# Work order
Repeat precisely the span of lines below that opens with the line containing "take that day" and closes with the line containing "standing surcharge (solved)", both included.

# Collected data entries
_ _ _ _
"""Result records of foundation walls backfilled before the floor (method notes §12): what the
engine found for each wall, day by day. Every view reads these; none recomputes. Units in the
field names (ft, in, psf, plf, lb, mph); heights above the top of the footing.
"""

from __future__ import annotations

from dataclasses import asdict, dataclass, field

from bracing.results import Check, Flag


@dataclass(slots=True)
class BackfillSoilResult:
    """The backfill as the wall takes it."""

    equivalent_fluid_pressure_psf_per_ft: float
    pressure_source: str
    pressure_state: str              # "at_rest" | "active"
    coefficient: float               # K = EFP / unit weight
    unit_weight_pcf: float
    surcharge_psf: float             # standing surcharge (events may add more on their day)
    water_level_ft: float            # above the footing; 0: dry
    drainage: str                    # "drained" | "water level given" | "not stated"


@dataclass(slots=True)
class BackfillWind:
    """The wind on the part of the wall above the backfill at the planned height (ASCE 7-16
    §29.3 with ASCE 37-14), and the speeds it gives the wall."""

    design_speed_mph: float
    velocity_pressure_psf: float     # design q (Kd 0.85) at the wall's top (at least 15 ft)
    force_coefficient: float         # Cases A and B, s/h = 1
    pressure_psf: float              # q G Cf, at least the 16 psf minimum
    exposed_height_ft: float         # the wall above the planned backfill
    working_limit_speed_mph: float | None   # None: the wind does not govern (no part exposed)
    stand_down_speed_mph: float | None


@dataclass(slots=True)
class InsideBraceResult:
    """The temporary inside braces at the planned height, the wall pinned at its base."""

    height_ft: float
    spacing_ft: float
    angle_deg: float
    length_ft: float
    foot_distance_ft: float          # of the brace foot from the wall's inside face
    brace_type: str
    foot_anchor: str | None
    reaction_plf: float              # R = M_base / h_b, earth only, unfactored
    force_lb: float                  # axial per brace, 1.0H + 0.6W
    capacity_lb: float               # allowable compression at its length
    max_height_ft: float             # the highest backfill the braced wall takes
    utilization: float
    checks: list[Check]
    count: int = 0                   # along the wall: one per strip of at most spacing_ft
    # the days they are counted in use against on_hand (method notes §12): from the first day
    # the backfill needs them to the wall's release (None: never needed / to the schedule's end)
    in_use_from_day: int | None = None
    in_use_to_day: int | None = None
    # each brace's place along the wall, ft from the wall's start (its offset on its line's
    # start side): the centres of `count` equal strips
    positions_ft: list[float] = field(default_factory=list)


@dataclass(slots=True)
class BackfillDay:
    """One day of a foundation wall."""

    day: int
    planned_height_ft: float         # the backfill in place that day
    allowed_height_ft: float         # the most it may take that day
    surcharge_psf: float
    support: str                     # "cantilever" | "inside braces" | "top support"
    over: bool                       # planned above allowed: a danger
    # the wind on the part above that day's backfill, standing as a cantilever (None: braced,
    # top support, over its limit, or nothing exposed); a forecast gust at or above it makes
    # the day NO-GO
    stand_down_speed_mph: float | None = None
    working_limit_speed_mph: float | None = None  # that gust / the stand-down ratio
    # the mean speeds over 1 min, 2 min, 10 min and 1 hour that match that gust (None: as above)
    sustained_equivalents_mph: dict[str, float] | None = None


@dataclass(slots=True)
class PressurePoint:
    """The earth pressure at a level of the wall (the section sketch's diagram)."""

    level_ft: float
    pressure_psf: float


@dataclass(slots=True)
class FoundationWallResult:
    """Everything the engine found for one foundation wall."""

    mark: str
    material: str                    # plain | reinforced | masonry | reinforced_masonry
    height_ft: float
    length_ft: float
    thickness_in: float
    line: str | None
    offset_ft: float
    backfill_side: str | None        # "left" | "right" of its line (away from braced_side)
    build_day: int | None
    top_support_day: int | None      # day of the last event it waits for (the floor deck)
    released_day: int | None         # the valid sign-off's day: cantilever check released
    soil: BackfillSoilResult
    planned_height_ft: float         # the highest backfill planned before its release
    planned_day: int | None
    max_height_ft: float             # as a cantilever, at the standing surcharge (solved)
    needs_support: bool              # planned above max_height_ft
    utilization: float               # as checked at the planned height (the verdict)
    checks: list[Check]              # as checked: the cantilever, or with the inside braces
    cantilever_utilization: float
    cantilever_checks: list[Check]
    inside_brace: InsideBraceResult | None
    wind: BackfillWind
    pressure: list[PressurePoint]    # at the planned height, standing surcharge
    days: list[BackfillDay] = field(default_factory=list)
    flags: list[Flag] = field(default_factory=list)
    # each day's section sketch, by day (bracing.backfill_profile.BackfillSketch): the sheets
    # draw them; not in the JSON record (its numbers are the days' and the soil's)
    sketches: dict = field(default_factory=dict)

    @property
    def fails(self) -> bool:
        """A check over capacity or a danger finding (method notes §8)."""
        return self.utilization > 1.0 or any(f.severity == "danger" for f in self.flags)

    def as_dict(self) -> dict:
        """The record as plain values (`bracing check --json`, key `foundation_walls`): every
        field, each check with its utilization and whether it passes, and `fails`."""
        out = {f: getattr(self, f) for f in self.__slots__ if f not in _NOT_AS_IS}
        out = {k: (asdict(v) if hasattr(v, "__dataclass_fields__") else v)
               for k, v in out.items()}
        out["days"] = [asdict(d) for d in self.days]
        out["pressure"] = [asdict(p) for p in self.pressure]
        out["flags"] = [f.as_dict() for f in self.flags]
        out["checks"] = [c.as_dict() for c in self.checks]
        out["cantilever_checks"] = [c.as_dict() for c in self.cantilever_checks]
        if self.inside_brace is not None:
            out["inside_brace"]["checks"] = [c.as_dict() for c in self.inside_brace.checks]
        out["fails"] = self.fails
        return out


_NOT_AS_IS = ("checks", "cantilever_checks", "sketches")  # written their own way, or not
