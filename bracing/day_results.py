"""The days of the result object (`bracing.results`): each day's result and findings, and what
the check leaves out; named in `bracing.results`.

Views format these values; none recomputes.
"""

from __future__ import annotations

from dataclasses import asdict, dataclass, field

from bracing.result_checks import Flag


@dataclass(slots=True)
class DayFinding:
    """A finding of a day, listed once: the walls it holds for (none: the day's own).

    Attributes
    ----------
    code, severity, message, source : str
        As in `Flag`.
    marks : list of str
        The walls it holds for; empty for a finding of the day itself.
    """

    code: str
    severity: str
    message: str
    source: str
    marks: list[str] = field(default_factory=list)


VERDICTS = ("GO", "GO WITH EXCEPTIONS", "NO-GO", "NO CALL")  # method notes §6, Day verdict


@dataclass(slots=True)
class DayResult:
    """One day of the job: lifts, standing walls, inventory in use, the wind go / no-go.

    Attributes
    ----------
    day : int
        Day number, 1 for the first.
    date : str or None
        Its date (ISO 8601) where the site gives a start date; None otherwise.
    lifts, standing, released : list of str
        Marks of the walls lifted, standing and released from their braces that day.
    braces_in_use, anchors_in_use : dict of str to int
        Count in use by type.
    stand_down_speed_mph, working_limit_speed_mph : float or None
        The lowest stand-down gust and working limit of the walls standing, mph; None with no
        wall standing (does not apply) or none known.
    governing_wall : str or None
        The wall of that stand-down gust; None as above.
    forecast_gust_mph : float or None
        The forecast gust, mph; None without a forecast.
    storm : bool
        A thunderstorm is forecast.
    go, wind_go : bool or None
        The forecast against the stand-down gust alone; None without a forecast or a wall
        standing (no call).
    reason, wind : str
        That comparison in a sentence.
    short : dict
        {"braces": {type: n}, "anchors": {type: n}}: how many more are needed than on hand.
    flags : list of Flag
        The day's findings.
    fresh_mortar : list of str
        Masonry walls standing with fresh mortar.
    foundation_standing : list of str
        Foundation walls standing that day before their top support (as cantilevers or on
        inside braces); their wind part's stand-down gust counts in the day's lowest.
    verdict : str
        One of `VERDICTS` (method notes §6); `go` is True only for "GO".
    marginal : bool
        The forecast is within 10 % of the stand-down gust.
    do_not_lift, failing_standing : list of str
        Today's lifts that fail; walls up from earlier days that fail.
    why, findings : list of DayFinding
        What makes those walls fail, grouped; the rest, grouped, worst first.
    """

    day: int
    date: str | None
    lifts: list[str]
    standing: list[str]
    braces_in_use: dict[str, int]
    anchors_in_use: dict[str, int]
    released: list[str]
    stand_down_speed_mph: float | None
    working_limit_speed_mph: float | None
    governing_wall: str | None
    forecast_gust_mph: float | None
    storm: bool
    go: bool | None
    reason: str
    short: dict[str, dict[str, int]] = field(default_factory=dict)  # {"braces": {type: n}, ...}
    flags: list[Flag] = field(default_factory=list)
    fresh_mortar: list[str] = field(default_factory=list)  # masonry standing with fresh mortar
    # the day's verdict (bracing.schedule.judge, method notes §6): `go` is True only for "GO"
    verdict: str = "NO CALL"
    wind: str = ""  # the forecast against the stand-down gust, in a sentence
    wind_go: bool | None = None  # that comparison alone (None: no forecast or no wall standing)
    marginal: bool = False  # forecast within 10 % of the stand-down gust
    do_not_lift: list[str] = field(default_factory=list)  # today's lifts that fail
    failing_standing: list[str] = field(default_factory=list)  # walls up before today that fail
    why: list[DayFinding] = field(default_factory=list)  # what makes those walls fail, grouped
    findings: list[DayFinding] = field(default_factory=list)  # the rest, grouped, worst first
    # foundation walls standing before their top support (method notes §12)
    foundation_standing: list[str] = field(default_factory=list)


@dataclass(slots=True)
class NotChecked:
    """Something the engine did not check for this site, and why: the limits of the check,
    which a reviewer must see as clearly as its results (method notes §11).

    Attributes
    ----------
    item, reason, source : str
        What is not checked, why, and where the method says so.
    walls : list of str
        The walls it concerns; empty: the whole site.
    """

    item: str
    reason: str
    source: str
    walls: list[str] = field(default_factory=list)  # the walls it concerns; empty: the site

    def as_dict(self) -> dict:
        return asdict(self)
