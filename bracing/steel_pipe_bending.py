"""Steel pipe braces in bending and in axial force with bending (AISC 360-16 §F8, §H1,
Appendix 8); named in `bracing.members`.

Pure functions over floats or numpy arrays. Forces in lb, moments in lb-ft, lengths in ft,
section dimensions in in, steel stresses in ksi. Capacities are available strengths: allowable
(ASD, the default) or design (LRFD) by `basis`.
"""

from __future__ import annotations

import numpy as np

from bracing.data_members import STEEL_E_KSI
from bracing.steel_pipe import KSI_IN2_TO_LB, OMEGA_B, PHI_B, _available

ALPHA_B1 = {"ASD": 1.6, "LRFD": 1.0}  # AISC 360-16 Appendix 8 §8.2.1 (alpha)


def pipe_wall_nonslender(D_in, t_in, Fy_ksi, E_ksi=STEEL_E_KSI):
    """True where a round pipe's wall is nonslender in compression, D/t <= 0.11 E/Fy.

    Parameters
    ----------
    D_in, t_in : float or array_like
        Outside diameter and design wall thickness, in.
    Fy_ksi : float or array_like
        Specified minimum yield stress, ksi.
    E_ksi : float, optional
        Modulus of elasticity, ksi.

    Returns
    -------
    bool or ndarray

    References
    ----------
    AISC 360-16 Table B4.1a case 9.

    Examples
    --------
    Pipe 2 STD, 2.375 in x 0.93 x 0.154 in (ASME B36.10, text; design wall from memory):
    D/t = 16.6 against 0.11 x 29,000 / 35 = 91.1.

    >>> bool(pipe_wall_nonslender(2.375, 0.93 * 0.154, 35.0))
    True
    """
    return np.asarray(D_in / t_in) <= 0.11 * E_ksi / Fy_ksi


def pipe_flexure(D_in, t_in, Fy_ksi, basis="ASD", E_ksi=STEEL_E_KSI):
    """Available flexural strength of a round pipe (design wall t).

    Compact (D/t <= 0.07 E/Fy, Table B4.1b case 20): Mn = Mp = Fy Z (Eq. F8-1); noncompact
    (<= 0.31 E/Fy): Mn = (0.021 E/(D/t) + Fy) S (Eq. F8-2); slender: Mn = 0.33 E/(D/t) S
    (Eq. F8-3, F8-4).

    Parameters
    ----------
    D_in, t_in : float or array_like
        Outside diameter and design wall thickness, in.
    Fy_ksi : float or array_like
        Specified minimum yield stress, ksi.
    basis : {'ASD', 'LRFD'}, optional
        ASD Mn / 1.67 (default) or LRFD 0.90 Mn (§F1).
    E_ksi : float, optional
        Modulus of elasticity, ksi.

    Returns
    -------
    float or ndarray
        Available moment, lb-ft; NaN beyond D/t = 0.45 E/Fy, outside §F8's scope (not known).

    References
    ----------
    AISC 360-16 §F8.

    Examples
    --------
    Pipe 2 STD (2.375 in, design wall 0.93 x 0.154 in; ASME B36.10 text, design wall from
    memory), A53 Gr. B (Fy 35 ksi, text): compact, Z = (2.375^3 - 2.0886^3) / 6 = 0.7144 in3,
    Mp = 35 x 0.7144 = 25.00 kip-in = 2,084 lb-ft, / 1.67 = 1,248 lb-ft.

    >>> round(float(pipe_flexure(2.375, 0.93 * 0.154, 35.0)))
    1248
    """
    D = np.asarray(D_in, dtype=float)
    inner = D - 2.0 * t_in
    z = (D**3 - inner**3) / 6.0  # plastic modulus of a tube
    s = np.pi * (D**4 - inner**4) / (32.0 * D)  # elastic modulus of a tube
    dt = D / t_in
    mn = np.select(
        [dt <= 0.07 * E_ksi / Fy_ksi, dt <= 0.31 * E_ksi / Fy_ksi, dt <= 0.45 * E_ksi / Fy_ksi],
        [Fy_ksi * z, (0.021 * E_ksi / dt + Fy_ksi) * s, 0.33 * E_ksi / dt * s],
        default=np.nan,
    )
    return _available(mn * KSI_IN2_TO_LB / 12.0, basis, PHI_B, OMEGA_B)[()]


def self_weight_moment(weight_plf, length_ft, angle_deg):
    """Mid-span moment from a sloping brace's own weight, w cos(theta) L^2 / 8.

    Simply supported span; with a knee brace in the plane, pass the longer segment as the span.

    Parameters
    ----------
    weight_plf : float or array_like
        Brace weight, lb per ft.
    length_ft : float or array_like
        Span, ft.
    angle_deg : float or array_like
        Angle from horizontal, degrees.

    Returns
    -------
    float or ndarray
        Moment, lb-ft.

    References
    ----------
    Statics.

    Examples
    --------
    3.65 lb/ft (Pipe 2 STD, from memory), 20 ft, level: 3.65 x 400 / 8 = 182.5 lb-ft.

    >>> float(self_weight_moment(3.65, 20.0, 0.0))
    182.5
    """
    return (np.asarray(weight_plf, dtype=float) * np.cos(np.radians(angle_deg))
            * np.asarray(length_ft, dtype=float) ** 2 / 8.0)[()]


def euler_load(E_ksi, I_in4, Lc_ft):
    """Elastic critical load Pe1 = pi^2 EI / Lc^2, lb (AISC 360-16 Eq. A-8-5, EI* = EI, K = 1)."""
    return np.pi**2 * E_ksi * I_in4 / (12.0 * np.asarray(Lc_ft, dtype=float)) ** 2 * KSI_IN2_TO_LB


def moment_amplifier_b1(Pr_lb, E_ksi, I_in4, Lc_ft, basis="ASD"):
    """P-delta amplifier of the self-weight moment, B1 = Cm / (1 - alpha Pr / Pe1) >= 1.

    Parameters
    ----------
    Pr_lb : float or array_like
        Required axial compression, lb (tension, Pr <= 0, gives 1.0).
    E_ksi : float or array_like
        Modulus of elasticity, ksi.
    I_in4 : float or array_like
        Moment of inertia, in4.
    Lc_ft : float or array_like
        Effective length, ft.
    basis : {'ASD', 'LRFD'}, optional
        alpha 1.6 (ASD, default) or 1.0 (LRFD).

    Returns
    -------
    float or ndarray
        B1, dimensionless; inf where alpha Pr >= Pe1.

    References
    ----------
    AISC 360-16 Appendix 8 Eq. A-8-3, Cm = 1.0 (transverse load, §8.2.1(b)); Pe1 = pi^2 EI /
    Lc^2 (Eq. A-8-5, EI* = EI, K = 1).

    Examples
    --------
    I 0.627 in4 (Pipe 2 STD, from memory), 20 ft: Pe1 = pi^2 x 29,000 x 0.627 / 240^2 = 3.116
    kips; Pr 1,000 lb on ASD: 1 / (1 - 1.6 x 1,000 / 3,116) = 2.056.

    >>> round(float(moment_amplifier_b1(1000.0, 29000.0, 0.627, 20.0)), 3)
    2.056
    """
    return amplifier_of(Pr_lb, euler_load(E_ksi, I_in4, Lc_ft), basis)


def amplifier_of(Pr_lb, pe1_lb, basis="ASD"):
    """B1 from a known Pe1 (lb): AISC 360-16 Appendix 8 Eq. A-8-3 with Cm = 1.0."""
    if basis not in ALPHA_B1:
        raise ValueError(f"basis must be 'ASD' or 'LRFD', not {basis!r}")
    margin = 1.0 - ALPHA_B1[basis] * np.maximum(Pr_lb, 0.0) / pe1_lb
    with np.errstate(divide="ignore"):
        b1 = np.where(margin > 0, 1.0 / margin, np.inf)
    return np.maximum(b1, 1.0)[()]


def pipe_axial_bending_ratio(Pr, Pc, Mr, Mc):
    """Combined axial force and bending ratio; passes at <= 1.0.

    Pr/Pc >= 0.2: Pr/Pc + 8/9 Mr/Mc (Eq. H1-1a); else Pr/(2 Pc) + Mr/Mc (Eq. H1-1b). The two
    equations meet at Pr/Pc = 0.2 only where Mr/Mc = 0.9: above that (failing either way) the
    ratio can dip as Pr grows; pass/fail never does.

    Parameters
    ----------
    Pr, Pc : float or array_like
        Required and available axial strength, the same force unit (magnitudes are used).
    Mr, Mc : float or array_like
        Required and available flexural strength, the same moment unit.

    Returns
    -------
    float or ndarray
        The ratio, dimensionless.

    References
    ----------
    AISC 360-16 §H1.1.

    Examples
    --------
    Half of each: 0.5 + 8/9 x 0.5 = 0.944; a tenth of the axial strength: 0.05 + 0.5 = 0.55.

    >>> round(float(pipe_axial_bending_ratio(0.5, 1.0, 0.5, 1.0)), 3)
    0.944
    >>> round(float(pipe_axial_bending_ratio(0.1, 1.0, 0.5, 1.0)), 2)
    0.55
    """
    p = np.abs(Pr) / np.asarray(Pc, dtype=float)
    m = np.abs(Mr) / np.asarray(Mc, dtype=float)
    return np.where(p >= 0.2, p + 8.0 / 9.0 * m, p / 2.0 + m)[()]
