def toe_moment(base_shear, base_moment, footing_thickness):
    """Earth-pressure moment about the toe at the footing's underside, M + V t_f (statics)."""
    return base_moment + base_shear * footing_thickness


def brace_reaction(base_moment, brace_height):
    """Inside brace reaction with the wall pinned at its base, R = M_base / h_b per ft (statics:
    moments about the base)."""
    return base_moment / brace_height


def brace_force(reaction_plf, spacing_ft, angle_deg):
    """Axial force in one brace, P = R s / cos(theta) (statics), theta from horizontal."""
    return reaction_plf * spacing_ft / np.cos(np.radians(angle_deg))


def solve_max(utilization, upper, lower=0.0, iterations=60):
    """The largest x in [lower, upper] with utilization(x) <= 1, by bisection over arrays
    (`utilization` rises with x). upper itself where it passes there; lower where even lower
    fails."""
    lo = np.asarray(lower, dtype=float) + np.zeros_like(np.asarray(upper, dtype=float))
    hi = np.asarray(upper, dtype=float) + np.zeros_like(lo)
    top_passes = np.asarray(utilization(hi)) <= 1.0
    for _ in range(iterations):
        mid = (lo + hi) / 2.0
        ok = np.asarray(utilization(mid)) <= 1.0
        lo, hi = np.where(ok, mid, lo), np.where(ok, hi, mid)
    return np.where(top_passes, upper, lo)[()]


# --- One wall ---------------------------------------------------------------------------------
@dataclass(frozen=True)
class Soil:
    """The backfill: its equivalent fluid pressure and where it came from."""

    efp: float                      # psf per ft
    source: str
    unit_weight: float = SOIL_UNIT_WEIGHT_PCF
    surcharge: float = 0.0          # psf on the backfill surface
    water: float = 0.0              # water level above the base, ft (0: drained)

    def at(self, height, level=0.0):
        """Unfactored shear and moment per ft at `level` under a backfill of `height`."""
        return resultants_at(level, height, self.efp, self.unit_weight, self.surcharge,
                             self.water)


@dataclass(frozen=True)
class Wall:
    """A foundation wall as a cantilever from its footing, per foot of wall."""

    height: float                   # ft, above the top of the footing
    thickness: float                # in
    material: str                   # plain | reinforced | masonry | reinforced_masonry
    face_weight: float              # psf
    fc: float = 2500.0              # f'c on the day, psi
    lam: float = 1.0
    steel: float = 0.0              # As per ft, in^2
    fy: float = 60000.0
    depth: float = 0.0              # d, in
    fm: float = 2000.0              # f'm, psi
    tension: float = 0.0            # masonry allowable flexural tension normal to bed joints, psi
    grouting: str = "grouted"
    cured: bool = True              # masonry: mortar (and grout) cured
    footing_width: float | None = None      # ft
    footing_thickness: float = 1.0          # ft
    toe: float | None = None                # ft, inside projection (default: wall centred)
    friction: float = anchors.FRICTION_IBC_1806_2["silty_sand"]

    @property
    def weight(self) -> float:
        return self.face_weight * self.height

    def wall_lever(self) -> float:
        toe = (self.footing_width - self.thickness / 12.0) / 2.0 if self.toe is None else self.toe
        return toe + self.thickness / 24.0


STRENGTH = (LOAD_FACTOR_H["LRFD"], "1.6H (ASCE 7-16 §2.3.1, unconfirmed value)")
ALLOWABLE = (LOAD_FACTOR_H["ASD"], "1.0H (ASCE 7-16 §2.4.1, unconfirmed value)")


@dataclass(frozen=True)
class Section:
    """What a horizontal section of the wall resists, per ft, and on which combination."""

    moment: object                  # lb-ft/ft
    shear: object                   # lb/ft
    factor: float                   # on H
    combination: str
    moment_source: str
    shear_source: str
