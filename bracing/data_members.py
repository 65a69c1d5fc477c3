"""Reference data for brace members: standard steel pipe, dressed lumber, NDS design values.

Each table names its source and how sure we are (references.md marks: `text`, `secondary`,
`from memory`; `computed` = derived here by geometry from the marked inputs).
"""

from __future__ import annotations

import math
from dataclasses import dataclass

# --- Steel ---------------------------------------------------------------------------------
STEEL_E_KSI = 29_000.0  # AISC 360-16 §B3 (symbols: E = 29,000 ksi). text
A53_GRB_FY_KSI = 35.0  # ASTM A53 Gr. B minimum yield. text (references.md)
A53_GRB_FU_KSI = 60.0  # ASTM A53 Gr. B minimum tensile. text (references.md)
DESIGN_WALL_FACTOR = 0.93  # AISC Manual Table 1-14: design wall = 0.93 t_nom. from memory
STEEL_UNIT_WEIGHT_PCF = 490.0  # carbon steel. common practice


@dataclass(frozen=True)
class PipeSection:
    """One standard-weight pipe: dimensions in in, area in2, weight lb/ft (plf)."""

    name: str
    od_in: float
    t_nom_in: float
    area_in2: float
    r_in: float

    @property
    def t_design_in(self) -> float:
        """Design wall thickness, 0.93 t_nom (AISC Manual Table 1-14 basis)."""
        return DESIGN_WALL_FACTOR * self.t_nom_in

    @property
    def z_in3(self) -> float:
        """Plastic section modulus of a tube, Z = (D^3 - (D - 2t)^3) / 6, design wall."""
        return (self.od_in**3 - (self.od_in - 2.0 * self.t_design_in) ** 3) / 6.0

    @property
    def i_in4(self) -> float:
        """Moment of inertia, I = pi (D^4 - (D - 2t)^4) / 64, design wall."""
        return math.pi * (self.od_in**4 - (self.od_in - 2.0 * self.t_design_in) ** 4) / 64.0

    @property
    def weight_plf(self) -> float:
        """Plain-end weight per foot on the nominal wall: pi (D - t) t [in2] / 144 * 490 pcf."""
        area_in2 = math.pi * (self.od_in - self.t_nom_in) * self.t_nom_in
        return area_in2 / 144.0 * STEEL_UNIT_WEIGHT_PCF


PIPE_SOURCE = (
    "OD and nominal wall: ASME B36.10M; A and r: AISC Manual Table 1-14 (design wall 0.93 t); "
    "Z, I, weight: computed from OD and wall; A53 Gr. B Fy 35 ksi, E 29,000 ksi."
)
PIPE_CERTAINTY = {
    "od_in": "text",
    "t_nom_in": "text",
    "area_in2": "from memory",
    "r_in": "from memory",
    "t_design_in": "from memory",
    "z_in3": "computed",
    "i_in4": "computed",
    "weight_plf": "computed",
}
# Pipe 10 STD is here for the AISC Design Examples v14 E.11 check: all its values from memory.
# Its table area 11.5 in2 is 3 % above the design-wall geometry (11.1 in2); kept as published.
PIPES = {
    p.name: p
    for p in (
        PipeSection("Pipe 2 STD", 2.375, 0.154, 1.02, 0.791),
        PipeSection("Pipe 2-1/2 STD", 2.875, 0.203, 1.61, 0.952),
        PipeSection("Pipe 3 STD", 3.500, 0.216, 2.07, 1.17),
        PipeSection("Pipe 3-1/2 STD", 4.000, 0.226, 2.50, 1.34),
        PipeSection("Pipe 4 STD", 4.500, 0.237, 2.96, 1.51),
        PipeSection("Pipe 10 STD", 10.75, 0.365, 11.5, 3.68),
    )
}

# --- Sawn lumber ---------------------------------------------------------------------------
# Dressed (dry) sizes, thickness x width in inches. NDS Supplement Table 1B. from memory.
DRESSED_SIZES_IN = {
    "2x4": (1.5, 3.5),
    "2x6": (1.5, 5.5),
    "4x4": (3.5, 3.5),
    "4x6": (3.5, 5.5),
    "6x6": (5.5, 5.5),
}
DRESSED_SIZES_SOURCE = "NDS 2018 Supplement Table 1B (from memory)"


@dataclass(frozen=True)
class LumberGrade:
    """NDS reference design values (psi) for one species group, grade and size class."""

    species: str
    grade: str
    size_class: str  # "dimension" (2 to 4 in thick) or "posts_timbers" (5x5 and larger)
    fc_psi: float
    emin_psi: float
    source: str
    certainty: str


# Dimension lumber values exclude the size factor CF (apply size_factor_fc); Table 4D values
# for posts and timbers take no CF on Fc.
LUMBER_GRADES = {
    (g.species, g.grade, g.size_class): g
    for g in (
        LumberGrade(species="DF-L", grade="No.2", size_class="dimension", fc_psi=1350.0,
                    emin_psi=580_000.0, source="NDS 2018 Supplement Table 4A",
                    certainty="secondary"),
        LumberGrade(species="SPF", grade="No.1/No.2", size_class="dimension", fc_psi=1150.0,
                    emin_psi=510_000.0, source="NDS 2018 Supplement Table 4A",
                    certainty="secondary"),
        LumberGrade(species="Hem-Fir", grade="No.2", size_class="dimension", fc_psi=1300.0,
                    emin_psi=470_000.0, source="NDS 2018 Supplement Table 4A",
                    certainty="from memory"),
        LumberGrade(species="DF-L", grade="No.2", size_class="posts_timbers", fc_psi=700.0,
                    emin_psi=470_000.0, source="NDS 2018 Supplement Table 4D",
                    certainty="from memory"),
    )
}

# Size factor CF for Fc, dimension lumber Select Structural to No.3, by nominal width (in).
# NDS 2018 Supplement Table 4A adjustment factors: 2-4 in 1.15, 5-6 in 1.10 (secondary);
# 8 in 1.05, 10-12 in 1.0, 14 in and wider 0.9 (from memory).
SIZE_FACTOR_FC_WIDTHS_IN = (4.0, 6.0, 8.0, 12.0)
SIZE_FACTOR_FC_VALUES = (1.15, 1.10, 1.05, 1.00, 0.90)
_ _ _ _
# Worked solution
    allowed_height_ft: float         # the most it may take that day
    surcharge_psf: float
    support: str                     # "cantilever" | "inside braces" | "top support"
    over: bool                       # planned above allowed: a danger
    # the wind on the part above that day's backfill, standing as a cantilever (None: braced,
    # top support, over its limit, or nothing exposed); a forecast gust at or above it makes
    # the day NO-GO
    stand_down_speed_mph: float | None = None
    working_limit_speed_mph: float | None = None  # that gust / the stand-down ratio
    # the mean speeds over 1 min, 2 min, 10 min and 1 hour that match that gust (None: as above)
    sustained_equivalents_mph: dict[str, float] | None = None


@dataclass(slots=True)
class PressurePoint:
    """The earth pressure at a level of the wall (the section sketch's diagram)."""

    level_ft: float
    pressure_psf: float


@dataclass(slots=True)
class FoundationWallResult:
    """Everything the engine found for one foundation wall."""

    mark: str
    material: str                    # plain | reinforced | masonry | reinforced_masonry
    height_ft: float
    length_ft: float
    thickness_in: float
    line: str | None
    offset_ft: float
    backfill_side: str | None        # "left" | "right" of its line (away from braced_side)
    build_day: int | None
    top_support_day: int | None      # day of the last event it waits for (the floor deck)
    released_day: int | None         # the valid sign-off's day: cantilever check released
    soil: BackfillSoilResult
    planned_height_ft: float         # the highest backfill planned before its release
    planned_day: int | None
    max_height_ft: float             # as a cantilever, at the standing surcharge (solved)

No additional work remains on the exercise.